→ Work item
Using the records below, repeat exactly the lines from the one holding "at the HB's" through the one holding "shift (E >= 0", both ends included, and no others.

============================================================

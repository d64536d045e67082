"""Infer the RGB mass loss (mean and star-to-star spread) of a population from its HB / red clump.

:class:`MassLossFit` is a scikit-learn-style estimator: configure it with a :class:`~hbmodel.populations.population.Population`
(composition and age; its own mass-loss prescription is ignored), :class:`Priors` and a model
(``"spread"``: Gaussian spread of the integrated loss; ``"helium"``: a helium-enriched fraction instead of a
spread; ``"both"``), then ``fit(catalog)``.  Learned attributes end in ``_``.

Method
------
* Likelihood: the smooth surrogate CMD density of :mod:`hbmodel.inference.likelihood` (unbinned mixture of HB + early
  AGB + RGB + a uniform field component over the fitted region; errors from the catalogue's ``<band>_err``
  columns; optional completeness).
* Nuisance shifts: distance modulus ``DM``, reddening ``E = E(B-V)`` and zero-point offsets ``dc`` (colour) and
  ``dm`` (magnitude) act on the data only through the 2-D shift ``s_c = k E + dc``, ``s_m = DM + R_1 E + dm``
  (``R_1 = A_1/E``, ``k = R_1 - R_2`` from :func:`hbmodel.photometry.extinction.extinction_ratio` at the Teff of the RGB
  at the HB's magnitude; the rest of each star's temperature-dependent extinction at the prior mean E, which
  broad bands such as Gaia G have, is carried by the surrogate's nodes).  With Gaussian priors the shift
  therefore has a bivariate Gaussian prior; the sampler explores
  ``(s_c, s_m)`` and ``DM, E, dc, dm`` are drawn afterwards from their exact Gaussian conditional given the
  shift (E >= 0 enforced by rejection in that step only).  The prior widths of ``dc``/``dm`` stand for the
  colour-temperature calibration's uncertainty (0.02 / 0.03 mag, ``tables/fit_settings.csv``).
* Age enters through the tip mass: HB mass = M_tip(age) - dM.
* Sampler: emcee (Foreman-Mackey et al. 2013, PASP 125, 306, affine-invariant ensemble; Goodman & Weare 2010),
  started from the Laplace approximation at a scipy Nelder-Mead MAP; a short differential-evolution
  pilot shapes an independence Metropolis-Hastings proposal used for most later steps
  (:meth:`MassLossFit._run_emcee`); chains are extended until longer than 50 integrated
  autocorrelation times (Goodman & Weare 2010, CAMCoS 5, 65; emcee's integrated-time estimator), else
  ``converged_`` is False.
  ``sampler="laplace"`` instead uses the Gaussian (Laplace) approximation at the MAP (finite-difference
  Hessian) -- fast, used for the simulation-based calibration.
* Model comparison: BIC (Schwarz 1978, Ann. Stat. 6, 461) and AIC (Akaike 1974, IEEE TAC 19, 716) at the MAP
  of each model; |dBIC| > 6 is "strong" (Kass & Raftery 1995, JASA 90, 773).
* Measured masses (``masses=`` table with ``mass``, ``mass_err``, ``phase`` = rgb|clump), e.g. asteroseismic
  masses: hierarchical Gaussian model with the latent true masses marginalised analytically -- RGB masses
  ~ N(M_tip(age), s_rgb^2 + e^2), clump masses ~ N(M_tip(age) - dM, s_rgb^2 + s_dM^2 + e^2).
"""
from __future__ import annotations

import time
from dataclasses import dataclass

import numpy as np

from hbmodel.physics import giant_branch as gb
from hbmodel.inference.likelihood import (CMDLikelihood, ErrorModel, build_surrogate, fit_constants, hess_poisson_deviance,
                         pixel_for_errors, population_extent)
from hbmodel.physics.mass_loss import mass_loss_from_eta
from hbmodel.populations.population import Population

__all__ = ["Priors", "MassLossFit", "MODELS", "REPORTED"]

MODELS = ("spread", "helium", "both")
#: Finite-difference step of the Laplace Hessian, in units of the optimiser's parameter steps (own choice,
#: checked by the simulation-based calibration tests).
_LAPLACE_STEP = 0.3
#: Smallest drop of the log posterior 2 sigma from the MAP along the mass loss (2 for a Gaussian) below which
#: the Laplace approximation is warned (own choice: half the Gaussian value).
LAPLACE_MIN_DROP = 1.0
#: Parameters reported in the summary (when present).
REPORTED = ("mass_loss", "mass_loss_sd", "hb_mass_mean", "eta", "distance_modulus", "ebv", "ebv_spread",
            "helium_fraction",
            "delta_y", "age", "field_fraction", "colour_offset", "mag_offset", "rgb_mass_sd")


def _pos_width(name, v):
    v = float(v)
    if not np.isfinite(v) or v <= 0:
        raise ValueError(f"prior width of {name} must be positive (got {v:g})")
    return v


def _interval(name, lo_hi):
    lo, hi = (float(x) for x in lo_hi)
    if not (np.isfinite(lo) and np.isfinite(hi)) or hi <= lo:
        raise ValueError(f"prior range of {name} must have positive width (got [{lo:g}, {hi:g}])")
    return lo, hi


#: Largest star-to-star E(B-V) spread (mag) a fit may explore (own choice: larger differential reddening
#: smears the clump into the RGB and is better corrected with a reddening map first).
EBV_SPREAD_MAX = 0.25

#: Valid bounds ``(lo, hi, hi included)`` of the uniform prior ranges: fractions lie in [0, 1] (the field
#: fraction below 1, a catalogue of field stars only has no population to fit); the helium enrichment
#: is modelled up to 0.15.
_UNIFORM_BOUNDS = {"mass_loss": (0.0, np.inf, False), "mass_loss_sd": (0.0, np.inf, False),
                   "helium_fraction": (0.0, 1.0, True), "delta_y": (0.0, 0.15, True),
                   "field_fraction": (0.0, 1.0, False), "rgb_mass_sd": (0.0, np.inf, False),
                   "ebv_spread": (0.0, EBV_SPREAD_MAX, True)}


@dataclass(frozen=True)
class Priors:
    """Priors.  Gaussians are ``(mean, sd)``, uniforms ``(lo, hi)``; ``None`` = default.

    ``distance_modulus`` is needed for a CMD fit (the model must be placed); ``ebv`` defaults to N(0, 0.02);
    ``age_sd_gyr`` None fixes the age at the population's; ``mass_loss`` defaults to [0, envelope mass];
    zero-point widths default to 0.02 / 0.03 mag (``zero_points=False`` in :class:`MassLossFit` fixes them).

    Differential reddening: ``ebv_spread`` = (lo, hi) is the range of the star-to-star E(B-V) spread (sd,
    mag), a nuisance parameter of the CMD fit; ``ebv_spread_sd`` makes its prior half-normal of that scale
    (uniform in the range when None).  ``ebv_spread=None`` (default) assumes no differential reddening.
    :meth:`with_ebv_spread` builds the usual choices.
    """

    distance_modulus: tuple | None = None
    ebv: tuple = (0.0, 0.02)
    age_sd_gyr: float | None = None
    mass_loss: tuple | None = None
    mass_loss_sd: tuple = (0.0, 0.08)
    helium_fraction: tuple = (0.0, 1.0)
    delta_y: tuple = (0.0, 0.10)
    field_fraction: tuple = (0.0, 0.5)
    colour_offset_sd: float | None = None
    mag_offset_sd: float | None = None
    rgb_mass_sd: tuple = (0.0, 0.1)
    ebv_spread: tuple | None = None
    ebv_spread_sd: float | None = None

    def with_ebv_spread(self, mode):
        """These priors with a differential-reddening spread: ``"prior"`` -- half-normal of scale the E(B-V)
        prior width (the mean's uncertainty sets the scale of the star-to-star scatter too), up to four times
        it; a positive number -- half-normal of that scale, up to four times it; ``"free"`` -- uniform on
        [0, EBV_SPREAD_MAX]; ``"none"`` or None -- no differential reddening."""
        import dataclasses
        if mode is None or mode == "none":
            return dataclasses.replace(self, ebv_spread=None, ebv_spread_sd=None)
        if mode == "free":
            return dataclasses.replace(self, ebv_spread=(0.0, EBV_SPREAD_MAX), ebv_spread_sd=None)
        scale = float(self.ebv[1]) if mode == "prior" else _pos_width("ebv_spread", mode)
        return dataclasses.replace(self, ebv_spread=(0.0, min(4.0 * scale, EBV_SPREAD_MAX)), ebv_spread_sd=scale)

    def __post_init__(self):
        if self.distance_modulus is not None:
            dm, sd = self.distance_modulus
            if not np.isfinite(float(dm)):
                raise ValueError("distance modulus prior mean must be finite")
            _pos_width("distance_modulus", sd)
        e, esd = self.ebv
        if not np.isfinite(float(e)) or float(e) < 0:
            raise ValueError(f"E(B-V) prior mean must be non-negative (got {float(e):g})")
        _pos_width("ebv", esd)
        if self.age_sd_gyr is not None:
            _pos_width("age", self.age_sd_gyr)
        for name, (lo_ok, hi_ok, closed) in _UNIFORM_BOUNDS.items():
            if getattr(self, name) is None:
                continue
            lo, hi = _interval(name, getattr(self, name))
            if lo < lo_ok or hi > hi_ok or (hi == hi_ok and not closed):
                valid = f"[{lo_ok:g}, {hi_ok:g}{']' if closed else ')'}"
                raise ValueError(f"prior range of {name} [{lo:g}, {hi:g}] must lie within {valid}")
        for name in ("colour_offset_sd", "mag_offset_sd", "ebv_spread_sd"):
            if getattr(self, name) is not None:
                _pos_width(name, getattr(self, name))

============================================================

→ Solved exercise
  at the HB's magnitude; the rest of each star's temperature-dependent extinction at the prior mean E, which
  broad bands such as Gaia G have, is carried by the surrogate's nodes).  With Gaussian priors the shift
  therefore has a bivariate Gaussian prior; the sampler explores
  ``(s_c, s_m)`` and ``DM, E, dc, dm`` are drawn afterwards from their exact Gaussian conditional given the
  shift (E >= 0 enforced by rejection in that step only).  The prior widths of ``dc``/``dm`` stand for the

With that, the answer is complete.